Researchers analyzed more than 3 million adult deaths aged 25-44 years from 1999 to 2023.  Early adult excess mortality was 34.6% higher than expected in 2019 and then further accelerated during the COVID-19 pandemic. In 2021, all-cause excess mortality was nearly 3 times what it had been in 2019 (116.2 vs 41.7 deaths per 100 000 population). In 2023, excess mortality showed a relative decrease down to 79.1 deaths per 100 000 population.  In 2023 early adult mortality was 70.0% higher in 2023 than it would have been had pre-2011 trends continued. 

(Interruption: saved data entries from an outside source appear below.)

"""Channels, crossings, barriers and kept water that a study maps beside its elevations."""
import json
import unittest

import numpy as np
from osgeo import gdal, ogr

from support import CommandTest, system_of, table

LEFT, TOP, CELL = 500_000.0, 5_400_000.0, 2.0
NOWHERE = 65534


def at(row, column):
    """The centre of a cell."""
    return LEFT + (column + 0.5) * CELL, TOP - (row + 0.5) * CELL


def dammed_valley():
    """Ground that falls to the east along a valley in row 20, closed in the west, with an embankment of 6 m at columns 24 to 26."""
    rows, columns = np.mgrid[0:40, 0:50]
    ground = 100 + 0.2 * np.abs(rows - 20) - 0.05 * columns
    ground[:, 24:27] += 6
    ground[:, 0] += 20
    return np.round(ground, 3)


class MappedTerrain(CommandTest):
    def setUp(self):
        super().setUp()
        self.ground(values=dammed_valley())
        self.cover()
        self.book()

    def shapes(self, name, *wkts, epsg=25832):
        """A GeoPackage of shapes given as WKT in the ground's system, written in another."""
        driver = ogr.GetDriverByName("GPKG" if name.endswith("gpkg") else "GeoJSON")
        file = driver.CreateDataSource(str(self.folder / name))
        layer = file.CreateLayer("shapes", system_of(epsg), ogr.wkbUnknown)
        for wkt in wkts:
            geometry = ogr.CreateGeometryFromWkt(wkt)
            geometry.AssignSpatialReference(system_of(25832))
            geometry.TransformTo(system_of(epsg))
            feature = ogr.Feature(layer.GetLayerDefn())
            feature.SetGeometry(geometry)
            layer.CreateFeature(feature)
        del file

    @staticmethod
    def line(*cells):
        return "LINESTRING(" + ",".join("%.3f %.3f" % at(*cell) for cell in cells) + ")"

    def study(self, terrain="", timing=""):
        (self.folder / "study.toml").write_text(
            f'[terrain]\nelevation = "dem.tif"\n{terrain}\n[surface]\ncover = "cover.tif"\nbook = "book.csv"\n'
            f'[rain]\ntwo_year_24_hour = "90 mm"\n[timing]\n{timing}\n')

    def run_study(self):
        self.done("run", "study.toml", "--replace")

    def raster(self, name):
        return gdal.Open(str(self.folder / "result/rasters" / name)).ReadAsArray()

    def notices(self):
        return {row["notice"]: row for row in table(self.folder / "result/tables/review.csv")}

    def test_a_crossing_takes_the_flow_through_an_embankment_and_its_pond_away(self):
        self.study()
        self.run_study()
        spill_before = self.raster("spill_elevation.tif")
        deepest = table(self.folder / "result/tables/depressions.csv")[0]
        self.assertGreater(float(deepest["depth_ft"]) * 0.3048, 3)
        self.assertEqual(deepest["on_governing_path"], "yes")
        self.shapes("culverts.gpkg", self.line((20, 28), (20, 22)), epsg=4326)
        self.study('crossings = "culverts.gpkg"')
        self.run_study()
        self.assertEqual(set(self.raster("flow_azimuth.tif")[20, 22:28]), {90})
        spill = self.raster("spill_elevation.tif")
        self.assertGreater(spill_before[20, 20], spill[20, 20] + 3)
        self.assertAlmostEqual(spill[20, 20], dammed_valley()[20, 20], 3)
        self.assertEqual(set(self.raster("regime.tif")[20, 22:29]), {3})
        self.assertEqual(table(self.folder / "result/tables/depressions.csv"), [])
        self.assertEqual(float(self.notices()["terrain-edited"]["value"]), 7)
        self.assertAlmostEqual(float(self.notices()["bed-below-ground"]["value"]), 5.95, 2)
        self.assertIn("culverts.gpkg", [file["file"] for file in self.result()["inputs"]])

    def test_mapped_channels_are_the_only_ones_where_the_study_says_so(self):
        self.shapes("brook.geojson", self.line((20, 2), (10, 12), (10, 14), (20, 24), (20, 49)), epsg=4326)
        self.study('channels = "brook.geojson"', 'channel_from = "mapped only"')
        self.run_study()
        azimuth, regime = self.raster("flow_azimuth.tif"), self.raster("regime.tif")
        self.assertEqual([azimuth[20 - i, 2 + i] for i in range(10)], [45] * 10)
        self.assertEqual([azimuth[10 + i, 14 + i] for i in range(10)], [135] * 10)
        self.assertEqual(azimuth[20, 49], NOWHERE)
        self.assertEqual(np.count_nonzero(regime == 3), 48)
        rows = table(self.folder / "result/tables/segments.csv")
        self.assertIn("channel", {row["regime"] for row in rows})

    def test_a_barrier_turns_the_flow_aside_and_kept_water_ends_it(self):
        self.shapes("walls.gpkg", self.line((14, 10), (26, 10)))
        pond = "POLYGON((%f %f,%f %f,%f %f,%f %f))" % (*at(19, 18), *at(19, 21), *at(22, 21), *at(22, 18))
        self.shapes("ponds.gpkg", "POINT(%f %f)" % at(3, 40), pond)
        self.study('barriers = "walls.gpkg"\nkeep_water = "ponds.gpkg"')
        self.run_study()
        azimuth = self.raster("flow_azimuth.tif")
        self.assertTrue(all(azimuth[row, 9] not in (45, 90, 135) for row in range(15, 26)))
        self.assertEqual(azimuth[3, 40], NOWHERE)
        self.assertTrue(np.all(azimuth[20:22, 19:21] == NOWHERE))

    def test_what_became_of_each_shape_is_told_by_number_and_reason(self):
        self.shapes("brooks.gpkg", self.line((20, 10), (20, 20)), self.line((5, 5), (5, 5)))
        self.shapes("culverts.gpkg", self.line((20, 12), (20, 16)))
        self.shapes("walls.gpkg", self.line((20, 13), (20, 15)), self.line((30, 10), (30, 12)), "LINESTRING(1 1,2 2)", "LINESTRING(3 1,4 2)")
        self.shapes("ponds.gpkg", "POINT(%f %f)" % at(3, 40))
        self.study('channels = "brooks.gpkg"\ncrossings = "culverts.gpkg"\nbarriers = "walls.gpkg"\nkeep_water = "ponds.gpkg"')
        self.run_study()
        told = [row["text"] for row in table(self.folder / "result/tables/review.csv") if row["notice"] == "terrain-edited"]
        self.assertEqual(told, [
            "Channels: 1 shape leads the flow through 11 cells; 1 has no effect, being off the data or within one cell.",
            "Crossings: no shape leads the flow; 1 has no effect, since other shapes have its cells already.",
            "Barriers: 1 shape stops the flow at 3 cells; 2 have no effect, being off the data; 1 has no effect, since other shapes have its cells already.",
            "Kept water: 1 shape holds the water of 1 cell."])

    def features(self, name):
        return json.loads((self.folder / "result" / name).read_text(encoding="utf-8"))["features"]

    def test_the_way_of_the_ground_alone_stands_beside_a_crossing_that_departs_from_it(self):
        # Without the culvert the water goes round the embankment: over its top, 6 m up, there is no lower way.
        ground = dammed_valley()
        ground[36, 24:27] -= 6.5
        self.ground(values=ground)
        self.shapes("culverts.gpkg", self.line((20, 22), (20, 28)))
        self.study('crossings = "culverts.gpkg"\ndeparture = "25 m"')
        self.run_study()
        (path,) = self.features("own_paths.geojson")
        # The notch lies in row 36, sixteen rows of 2 m from the crossing in row 20.
        self.assertAlmostEqual(path["properties"]["departure_m"], 32, delta=0.01)
        self.assertTrue(path["properties"]["comes_back"])
        self.assertEqual(path["geometry"]["type"], "LineString")
        self.layer_has_the_same(path)
        self.assertIn("32 m away", self.notices()["departs-from-ground"]["text"])
        self.study('crossings = "culverts.gpkg"\ndeparture = "35 m"')
        self.run_study()
        self.assertEqual(self.features("own_paths.geojson"), [])
        self.assertNotIn("departs-from-ground", self.notices())
        package = gdal.OpenEx(str(self.folder / "result/study.gpkg"), gdal.OF_VECTOR)
        self.assertEqual(package.GetLayerByName("own_paths").GetFeatureCount(), 0)

    def layer_has_the_same(self, path):
        """The layer own_paths of study.gpkg holds the one path of own_paths.geojson, in the system of the elevations."""
        package = gdal.OpenEx(str(self.folder / "result/study.gpkg"), gdal.OF_VECTOR)
        layer = package.GetLayerByName("own_paths")
        self.assertEqual(layer.GetFeatureCount(), 1)
        feature = layer.GetNextFeature()
        self.assertEqual((feature["own_path"], feature["comes_back"]), (1, "yes" if path["properties"]["comes_back"] else "no"))
        self.assertAlmostEqual(feature["departure_m"], path["properties"]["departure_m"], delta=0.01)
        line = ogr.CreateGeometryFromJson(json.dumps(path["geometry"]))
        line.AssignSpatialReference(system_of(4326))
        line.TransformTo(system_of(25832))
        drawn = feature.GetGeometryRef().GetGeometryRef(0)
        self.assertGreater(drawn.GetPointCount(), 2)
        places, corners = np.array(drawn.GetPoints())[:, :2], np.array(line.GetPoints())[:, :2]
        # The text has the corners alone, to a centimetre; the layer every cell.
        np.testing.assert_allclose(places[[0, -1]], corners[[0, -1]], atol=0.02)
        for corner in corners:
            self.assertLess(np.hypot(*(places - corner).T).min(), 0.02)
        self.assertAlmostEqual(drawn.Length(), line.Length(), delta=0.05)
        for x, y in places:
            self.assertEqual(((x - 500_000) / 2 % 1, (5_400_000 - y) / 2 % 1), (0.5, 0.5))

    def test_depressions_are_outlined(self):
        self.ground(values=dammed_valley(), kind=gdal.GDT_Float32)
        self.study()
        self.run_study()
        rows, features = table(self.folder / "result/tables/depressions.csv"), self.features("depressions.geojson")
        self.assertEqual(len(features), len(rows))
        deepest = features[0]
        self.assertEqual(deepest["properties"]["depression"], 1)
        self.assertTrue(deepest["properties"]["on_governing_path"])
        shape = ogr.CreateGeometryFromJson(json.dumps(deepest["geometry"]))
        shape.AssignSpatialReference(system_of(4326))
        shape.TransformTo(system_of(25832))
        self.assertTrue(shape.IsValid())
        # Degrees are rounded to a centimetre; the area is that of whole cells of 4 m².
        self.assertAlmostEqual(shape.Area(), deepest["properties"]["area_m2"], delta=0.002 * shape.Area())
        self.assertEqual(deepest["properties"]["area_m2"], 4 * int(rows[0]["cells"]))
        # Elevations of 32 bits are hundredths of a millimetre off; depths do not show it.
        self.assertEqual([f["properties"]["depth_m"] for f in features], [round(f["properties"]["depth_m"], 3) for f in features])
        self.assertEqual([row["depth_ft"] for row in rows], ["%g" % round(float(row["depth_ft"]), 3) for row in rows])
        self.assertAlmostEqual(float(rows[0]["depth_ft"]) * 0.3048, deepest["properties"]["depth_m"], 3)

    def test_a_file_of_several_layers_needs_its_layer_named(self):
        file = ogr.GetDriverByName("GPKG").CreateDataSource(str(self.folder / "town.gpkg"))
        for name, cells in (("roads", ((1, 1), (1, 40))), ("brooks", ((20, 2), (20, 22)))):
            layer = file.CreateLayer(name, system_of(25832), ogr.wkbLineString)
            feature = ogr.Feature(layer.GetLayerDefn())
            feature.SetGeometry(ogr.CreateGeometryFromWkt(self.line(*cells)))
            layer.CreateFeature(feature)
            del feature, layer
        del file
        self.study('channels = "town.gpkg"')
        self.refused(1, "run", "study.toml", says=["town.gpkg", "several layers: roads, brooks", 'channels_layer = "roads"'])
        self.study('channels = "town.gpkg"\nchannels_layer = "bridges"')
        self.refused(1, "run", "study.toml", says=['no layer "bridges"', "roads, brooks"])
        self.study('channels = "town.gpkg"\nchannels_layer = "brooks"')
        self.run_study()
        self.assertEqual(float(self.notices()["terrain-edited"]["value"]), 21)
        self.study('channels_layer = "brooks"')
        self.refused(1, "run", "study.toml", says=["channels_layer", 'channels = "mapped.gpkg"'])

    def test_check_counts_features_and_names_what_is_wrong(self):
        self.shapes("brook.gpkg", self.line((20, 2), (20, 22)), "LINESTRING(1 1,2 2)", "POINT(500010 5399990)")
        self.study('channels = "brook.gpkg"')
        run = self.rillclock("check", "study.toml")
        self.assertEqual(run.returncode, 0, run.stderr)
        said = run.stdout + run.stderr
        self.assertIn("channels: 2 features, 1 of 2 lines within the elevations", said)
        self.assertIn("Feature 3", said)
        self.shapes("far.gpkg", "LINESTRING(1 1,2 2)")
        self.study('barriers = "far.gpkg"')
        run = self.rillclock("check", "study.toml")
        self.assertEqual(run.returncode, 1)
        self.assertIn("far.gpkg", run.stdout + run.stderr)
        self.refused(1, "run", "study.toml", says=["barriers", "far.gpkg", "reference system"])


if __name__ == "__main__":
    unittest.main()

The 5 causes of death that collectively accounted for almost three-quarters of the early adult excess mortality in 2023 were:

  • drug poisoning (31.8% of excess mortality), 
  • residual natural-cause category (16.0%), 
  • transport-related deaths (14.1%), 
  • alcohol-related deaths (8.5%), 
  • homicide (8.2%). Additionally, the combined contribution of cardiometabolic conditions, including circulatory and endocrine, metabolic, and nutritional, was substantial (9.2%)

Policy solutions are needed to address increasing mortality among early adults in specific areas (eg, opioid use, alcohol consumption, traffic safety, dietary risks).